In previous content scanning systems, user files are scanned on a server. This required that content must be uploaded in plaintext, i.e., unencrypted form, so that the server can process it. Apple’s system, on the other hand, performed the necessary hashing and scanning on the user’s own device — before the data was uploaded. The technical implications of this design are critical: Apple’s scanning would continue to operate even if Apple eventually flipped the switch to activate end-to-end encryption for your private photos (as they did today.)

And let’s please not be dense about this. While Apple’s system did not yet encrypt cloud-stored photos last year (that’s the new announcement Apple made today), encryption plans were the only conceivable reason one would deploy a client-side scanning system. There was no other reasonable explanation.

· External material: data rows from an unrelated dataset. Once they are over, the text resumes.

/**
 * Starts what the integration and browser suites talk to: the demo data in the
 * fresh test database (npm test created and migrated it), the local e-mail
 * and Stripe fakes, and the production server built by npm test, on free
 * loopback ports.
 */
import { spawn, type ChildProcess } from "node:child_process";
import { randomBytes } from "node:crypto";
import type { AddressInfo } from "node:net";
import { drizzle } from "drizzle-orm/node-postgres";
import pg from "pg";
import type { TestProject } from "vitest/node";
import * as schema from "../../app/db/schema";
import { createResendFake } from "../../fakes/resend-fake";
import { createStripeFake } from "../../fakes/stripe-fake";
import { seedDemo } from "../../seeds/seed-demo";

declare module "vitest" {
  export interface ProvidedContext {
    baseUrl: string;
    resendUrl: string;
    outboxOperatorKey: string;
    stripeUrl: string;
  }
}

async function freePort(): Promise<number> {
  const { createServer } = await import("node:net");
  return new Promise((resolve) => {
    const server = createServer().listen(0, "127.0.0.1", () => {
      const { port } = server.address() as AddressInfo;
      server.close(() => resolve(port));
    });
  });
}

async function waitForHealth(url: string, child: ChildProcess): Promise<void> {
  const deadline = Date.now() + 60_000;
  while (Date.now() < deadline) {
    if (child.exitCode !== null)
      throw new Error(`server exited with ${child.exitCode}`);
    try {
      const response = await fetch(`${url}/api/v1/health`);
      if (response.ok) return;
    } catch {
      // not listening yet
    }
    await new Promise((r) => setTimeout(r, 200));
  }
  throw new Error("server did not become healthy within 60 s");
}

export default async function setup(project: TestProject) {
  const databaseUrl = process.env.DATABASE_URL;
  if (!databaseUrl)
    throw new Error("DATABASE_URL is not set: run the tests with npm test");

  const pool = new pg.Pool({ connectionString: databaseUrl, max: 1 });
  await seedDemo(drizzle(pool, { schema }));
  await pool.end();

  const fake = createResendFake().listen(0, "127.0.0.1");
  await new Promise((r) => fake.once("listening", r));
  const resendUrl = `http://127.0.0.1:${(fake.address() as AddressInfo).port}`;

  const port = await freePort();
  const baseUrl = `http://127.0.0.1:${port}`;

  // Started before the app so its first Stripe call finds it. Short retries
  // keep `POST /_fake/flush` quick when a test makes the webhook fail.
  const stripeWebhookSecret = "whsec_test_joulebook_fake";
  const stripeFake = await createStripeFake({
    webhookUrl: `${baseUrl}/api/v1/billing/webhook`,
    webhookSecret: stripeWebhookSecret,
    retryDelaysMs: [100, 300],
  }).listen(0, "127.0.0.1");
  const stripeUrl = stripeFake.url;

  const outboxOperatorKey = randomBytes(24).toString("base64url");
  const childEnv: NodeJS.ProcessEnv = {
    ...process.env,
    NODE_ENV: "production",
    PORT: String(port),
    HOST: "127.0.0.1",
    RESEND_BASE_URL: resendUrl,
    RESEND_API_KEY: "re_test_key",
    OUTBOX_OPERATOR_KEY: outboxOperatorKey,
    // As behind a proxy: tests speak for several clients by X-Forwarded-For.
    TRUST_PROXY: "1",
    STRIPE_API_BASE: stripeUrl,
    STRIPE_SECRET_KEY: "sk_test_joulebook",
    STRIPE_WEBHOOK_SECRET: stripeWebhookSecret,
    // Tests trigger billing reconciliation themselves.
    BILLING_RECONCILE_MINUTES: "0",
    // Low enough for a test to reach in a second or two.
    GATEWAY_RATE_LIMIT_PER_MINUTE: "120",
    // Tests run the alert check themselves, so its e-mails are predictable.
    ALERTS_INTERVAL_MINUTES: "0",
    // Per-request counts of session validations and membership reads.
    JOULEBOOK_TEST_COUNTERS: "1",
  };
  // A server spawned from vitest must not think it runs under vitest.
  delete childEnv.VITEST;
  const server = spawn(process.execPath, ["--import", "tsx", "server.ts"], {
    env: childEnv,
    stdio: ["ignore", "inherit", "inherit"],
  });
  await waitForHealth(baseUrl, server);

  project.provide("baseUrl", baseUrl);
  project.provide("resendUrl", resendUrl);
  project.provide("outboxOperatorKey", outboxOperatorKey);
  project.provide("stripeUrl", stripeUrl);

  return async () => {
    server.kill("SIGTERM");
    await new Promise((r) => server.once("exit", r));
    await new Promise((r) => fake.close(r));
    await stripeFake.close({ flush: false });
  };
}
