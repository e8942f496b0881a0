import { execSync } from "node:child_process";
import { chromium, type Browser } from "playwright-core";

/** Debian's chromium, found on PATH; nothing downloads a browser. */
export function chromiumPath(): string {
  return execSync("command -v chromium || command -v chromium-browser", {
    shell: "/bin/bash",
    encoding: "utf8",
  }).trim();
}

export function launchBrowser(): Promise<Browser> {
  return chromium.launch({
    executablePath: chromiumPath(),
    args: [
      "--headless",
      "--no-sandbox",
      "--disable-gpu",
      "--disable-quic",
      "--no-first-run",
      "--disable-background-networking",
      "--disable-component-update",
      "--disable-sync",
    ],
  });
}
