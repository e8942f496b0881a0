/**
 * Ids are PostgreSQL uuids. A string of another shape would make the query
 * fail (a 500), so ids from URLs and forms are checked here first: a
 * malformed id in a URL is a page that does not exist (404), in a form field
 * an error beside the field (400).
 */
import { z } from "zod";

/**
 * The canonical text form PostgreSQL's uuid type accepts, any version, as
 * regex text (for SQL's `~*` as well) and as an anchored pattern.
 */
export const UUID_TEXT =
  "[0-9a-f]{8}-[0-9a-f]{4}-[0-9a-f]{4}-[0-9a-f]{4}-[0-9a-f]{12}";
const UUID = new RegExp(`^${UUID_TEXT}$`, "i");

export function isUuid(value: unknown): value is string {
  return typeof value === "string" && UUID.test(value);
}

/**
 * An id in the JSON API (path, query, answer). zod's guid is this same
 * any-version 8-4-4-4-12 form, and the OpenAPI document reads it as a uuid.
 */
export function idSchema(message?: string) {
  return z.guid(message);
}

/** A form field holding one id, e.g. a meter chosen from a list. */
export function idField(message: string) {
  return z.string().trim().regex(UUID, message);
}

/** The same, where an empty choice ("none") is allowed. */
export function optionalIdField(message: string) {
  return z.union([z.literal(""), idField(message)], { error: message });
}
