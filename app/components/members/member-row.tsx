import { useEffect, useRef } from "react";
import { Form } from "react-router";
import { roleDescriptions, roleLabels, type Role } from "~/auth/permissions";
import { Badge, Button, SelectField } from "~/components/ui";
import { dayUtc } from "~/lib/format";
import type { MembersActionResult } from "~/organizations/member-forms";
import { RoleOptions } from "./role-options";

/**
 * One member: name, address and joining day; for those who manage members,
 * the role menu and "Remove…", otherwise the role and what it may do.
 */
export function MemberRow({
  member,
  manage,
  isSelf,
  refusal,
}: {
  member: {
    userId: string;
    name: string;
    email: string;
    role: Role;
    joinedAt: Date;
  };
  manage: boolean;
  isSelf: boolean;
  /** The action's answer when it refused a change to this member. */
  refusal: MembersActionResult | undefined;
}) {
  const roleForm = useRef<HTMLFormElement>(null);
  // A refused change (the last owner's demotion) stored nothing, so the menu
  // goes back to the stored role instead of showing the refused one. Each
  // answer is a new object, so a second refusal resets the menu again.
  useEffect(() => {
    if (refusal) roleForm.current?.reset();
  }, [refusal]);
  return (
    <li className="grid gap-3 py-4 md:grid-cols-[minmax(0,2fr)_minmax(0,2fr)_auto] md:items-center">
      <div>
        <p className="font-semibold">
          {member.name}{" "}
          {isSelf ? (
            <span className="font-normal text-ink-muted">(you)</span>
          ) : null}
        </p>
        <p className="text-sm text-ink-muted">{member.email}</p>
        <p className="text-sm text-ink-faint">
          Joined {dayUtc(member.joinedAt)}
        </p>
      </div>
      {manage ? (
        <Form ref={roleForm} method="post" className="flex items-end gap-2">
          <input type="hidden" name="intent" value="change-role" />
          <input type="hidden" name="userId" value={member.userId} />
          <SelectField
            label={`Role of ${member.name}`}
            hideLabel
            name="role"
            defaultValue={member.role}
            className="grow"
          >
            <RoleOptions />
          </SelectField>
          <Button type="submit" variant="secondary">
            Save
          </Button>
        </Form>
      ) : (
        <div>
          <Badge tone={member.role === "owner" ? "copper" : "spruce"}>
            {roleLabels[member.role]}
          </Badge>
          <p className="mt-1 text-sm text-ink-muted">
            {roleDescriptions[member.role]}
          </p>
        </div>
      )}
      {manage ? (
        <details className="md:justify-self-end">
          <summary className="cursor-pointer rounded-lg px-3 py-2 font-semibold text-danger-700 hover:bg-danger-50">
            {isSelf ? "Leave…" : "Remove…"}
          </summary>
          <Form
            method="post"
            className="mt-2 flex flex-col gap-2 rounded-lg border border-danger-600/30 bg-danger-50 p-3"
          >
            <input type="hidden" name="intent" value="remove" />
            <input type="hidden" name="userId" value={member.userId} />
            <p className="text-sm">
              {member.name} loses access to this organisation at once.
            </p>
            <Button type="submit" variant="danger">
              Remove {member.name}
            </Button>
          </Form>
        </details>
      ) : null}
    </li>
  );
}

Users have a difficult time understanding even simple concepts around encryption. And that’s not their fault! Firms constantly say things like “your files are encrypted” even when they store the decryption keys right next to the encrypted data. Now try explaining the difference between “encryption” and “end-to-end encryption” along with forty-six variants of “end-to-end encryption that has some sort of giant asterisk in which certain types of files can be decrypted by your cloud provider and reported to the police.” Who even knows what privacy guarantees those systems would offer you — and how they would evolve. To me it felt like the adoption of these systems would signal the end of a meaningful concept of user-controlled data.

Yet this came very close to happening. It could still happen.

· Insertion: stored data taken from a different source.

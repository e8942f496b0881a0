import { useSyncExternalStore } from "react";

const subscribeNothing = () => () => {};

/**
 * False on the server and during hydration, true in the browser after: charts
 * and grids that measure the page render only then.
 */
export function useHydrated(): boolean {
  return useSyncExternalStore(
    subscribeNothing,
    () => true,
    () => false,
  );
}
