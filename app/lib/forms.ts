import { z } from "zod";
import { isStorableText, UNSTORABLE_FIELD_MESSAGE } from "./storable-text";

export type FieldErrors = Record<string, string>;

export type FormResult<T> =
  { ok: true; data: T } | { ok: false; errors: FieldErrors };

/**
 * Parses a submitted form with a strict zod schema: fields the form does not
 * have are refused, and each problem is returned under its field's name so
 * the page can show it beside the field.
 */
export function parseForm<T>(
  formData: FormData,
  schema: z.ZodType<T>,
): FormResult<T> {
  const values: Record<string, unknown> = {};
  for (const [key, value] of formData.entries()) {
    if (typeof value !== "string") {
      return { ok: false, errors: { form: `“${key}” must be text.` } };
    }
    if (key in values) {
      return { ok: false, errors: { form: `“${key}” was sent twice.` } };
    }
    values[key] = value;
  }
  const unstorable = unstorableFields(values);
  if (unstorable) return { ok: false, errors: unstorable };
  const parsed = schema.safeParse(values);
  if (parsed.success) return { ok: true, data: parsed.data };
  const errors: FieldErrors = {};
  for (const issue of parsed.error.issues) {
    const key =
      issue.code === "unrecognized_keys"
        ? "form"
        : String(issue.path[0] ?? "form");
    errors[key] ??= issue.message;
  }
  return { ok: false, errors };
}

/**
 * Every field of every form passes the one rule for text PostgreSQL can
 * store (names, reasons, codes alike), before its schema is asked.
 */
function unstorableFields(values: Record<string, unknown>): FieldErrors | null {
  const errors: FieldErrors = {};
  for (const [key, value] of Object.entries(values)) {
    if (typeof value === "string" && !isStorableText(value))
      errors[key] = UNSTORABLE_FIELD_MESSAGE;
  }
  return Object.keys(errors).length > 0 ? errors : null;
}

export const emailField = z
  .string({ error: "Enter an e-mail address." })
  .trim()
  .min(1, "Enter an e-mail address.")
  .max(254, "An e-mail address has at most 254 characters.")
  .pipe(z.email("Enter a valid e-mail address, like name@example.org."));

export const newPasswordField = z
  .string({ error: "Enter a password." })
  .min(10, "Use at least 10 characters.")
  .max(200, "Use at most 200 characters.");

export const nameField = z
  .string({ error: "Enter a name." })
  .trim()
  .min(1, "Enter a name.")
  .max(120, "Use at most 120 characters.");

/**
 * An optional number typed into a form: empty is null, anything else must be
 * a finite number within [min, max], or the field gets a sentence naming the
 * range.
 */
export const optionalNumberField = (label: string, min: number, max: number) =>
  z
    .string()
    .trim()
    .max(24)
    .transform((v, ctx) => {
      if (v === "") return null;
      const n = Number(v);
      if (!Number.isFinite(n) || n < min || n > max) {
        ctx.addIssue({
          code: "custom",
          message: `${label} must be a number from ${min} to ${max}.`,
        });
        return z.NEVER;
      }
      return n;
    });
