/** A form body larger than the reader accepts. */
export class FormTooLarge extends Error {}

/**
 * Reads a form body of at most `limit` bytes, whatever its length header
 * says. A body somewhat over the limit (up to `drainLimit`) is read to its
 * end and dropped, so the sender gets the answer rather than a reset
 * connection; a larger one is cut off. Either way it throws FormTooLarge.
 */
export async function readBoundedForm(
  request: Request,
  { limit, drainLimit }: { limit: number; drainLimit: number },
): Promise<FormData> {
  const declared = Number(request.headers.get("content-length"));
  if (Number.isFinite(declared) && declared > drainLimit)
    throw new FormTooLarge();
  const chunks: Uint8Array[] = [];
  let size = 0;
  if (request.body) {
    const reader = request.body.getReader();
    for (;;) {
      const { done, value } = await reader.read();
      if (done) break;
      size += value.byteLength;
      if (size > drainLimit) {
        await reader.cancel();
        throw new FormTooLarge();
      }
      if (size <= limit) chunks.push(value);
    }
  }
  if (size > limit) throw new FormTooLarge();
  const headers = new Headers(request.headers);
  headers.delete("content-length");
  return new Request(request.url, {
    method: "POST",
    headers,
    body: Buffer.concat(chunks),
  }).formData();
}
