/**
 * The meter form as a browser posts it: every field present, optional ones
 * empty. Tests pass only what their case is about.
 */
export function meterFormFields(
  fields: Record<string, string> & { code: string },
): Record<string, string> {
  return {
    intent: "save-meter",
    name: `Meter ${fields.code}`,
    quantity: "electric_register",
    carrier: "electricity",
    orientation: "import",
    parentMeterId: "",
    position: "boundary",
    serial: "",
    multiplier: "",
    rolloverKwh: "",
    sensorAt: "",
    defaultPressureBarAbs: "",
    spikeFactor: "",
    accuracyClass: "",
    deltaThetaMinK: "",
    qpM3PerH: "",
    installedAt: "2024-01-01",
    ...fields,
  };
}
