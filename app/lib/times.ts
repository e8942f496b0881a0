/**
 * Moved to `~/lib/format`, the house style for dates and numbers. This alias
 * stays only until the route modules being split into components (billing,
 * members, weather baselines) import from there; then delete it.
 */
export { dateTimeUtc, dayUtc, timeAgo } from "./format";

It didn’t though. And to this day I’m not entire sure why. Security and privacy researchers told the company exactly how dangerous the idea was. Apple employees reacted negatively to the proposal. But much to my surprise, the real clincher was the public’s negative reaction: as much as people hate CSAM, people really seemed to hate the idea that their private data might be subject to police surveillance. The company delayed the feature and eventually abandoned it, with today’s result being the end of the saga.

I would love to be a fly on the wall to understand how this went down inside of Apple. I doubt I’ll ever learn what happened. I’m just glad that this is where we wound up.

What’s next?

I wish I could tell you that Apple’s announcement today is the end of the story, and now all of your private data will be magically protected — from hackers, abusive partners and the government. But that is not how things work.

Apple’s move today is an important step. It hardens certain walls: very important, very powerful walls. It will send a clear message to certain attackers that deeper investment in cloud attacks is probably not worthwhile. Maybe. But there is still a lot of work to do.

For one thing, Apple’s proposal (which rolls out in a future release) is opt-in: users will have to activate “Advanced Protection” features for their iCloud account. With luck Apple will learn from this early adoption, and find ways to make it easier to encourage more users to adopt this feature. But that’s a ways off.

And even if Apple does eventually move most of their users into end-to-end encrypted cloud backups, there will always be other ways to compromise someone’s data. Steal their phone, guess their password, jailbreak a partner’s phone, use sophisticated targeted malware. And of course a huge fraction of the world will still live under repressive governments that don’t need to trouble with breaking into cloud providers.

But none of these attacks will be quite as easy as attacks on non-E2E cloud backup, and none will offer quite the same level convenience and scale. Today’s announcement makes me optimistic that we seem to be heading — in fits and starts — to a world where your personal data will belong to you.